━━━━━ Dataset records

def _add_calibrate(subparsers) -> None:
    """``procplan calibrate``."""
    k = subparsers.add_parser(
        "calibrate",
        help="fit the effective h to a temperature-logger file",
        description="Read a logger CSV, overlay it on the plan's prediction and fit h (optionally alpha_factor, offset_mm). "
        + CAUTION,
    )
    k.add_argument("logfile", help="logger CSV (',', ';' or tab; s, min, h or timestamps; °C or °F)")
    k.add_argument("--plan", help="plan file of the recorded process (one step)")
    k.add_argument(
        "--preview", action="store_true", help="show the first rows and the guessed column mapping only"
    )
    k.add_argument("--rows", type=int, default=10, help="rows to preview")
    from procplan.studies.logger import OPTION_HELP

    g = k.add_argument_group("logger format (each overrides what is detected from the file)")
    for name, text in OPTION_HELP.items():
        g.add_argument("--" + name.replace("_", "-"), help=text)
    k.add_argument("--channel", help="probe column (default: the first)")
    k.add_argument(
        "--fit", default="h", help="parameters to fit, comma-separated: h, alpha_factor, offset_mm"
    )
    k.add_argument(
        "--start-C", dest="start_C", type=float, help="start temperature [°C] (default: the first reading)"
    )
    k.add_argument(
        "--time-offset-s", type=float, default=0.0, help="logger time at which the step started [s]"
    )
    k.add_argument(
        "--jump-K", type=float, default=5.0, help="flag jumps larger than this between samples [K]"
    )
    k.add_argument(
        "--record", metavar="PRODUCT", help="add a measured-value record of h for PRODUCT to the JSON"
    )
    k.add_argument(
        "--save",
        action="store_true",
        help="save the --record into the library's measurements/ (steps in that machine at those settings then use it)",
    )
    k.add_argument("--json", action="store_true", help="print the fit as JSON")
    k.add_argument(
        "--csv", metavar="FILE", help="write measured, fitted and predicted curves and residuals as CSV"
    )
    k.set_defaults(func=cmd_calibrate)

━━━━━━━━━━

Please copy each line of the entries in which the word "preview" shows up.

        "--preview", action="store_true", help="show the first rows and the guessed column mapping only"
    k.add_argument("--rows", type=int, default=10, help="rows to preview")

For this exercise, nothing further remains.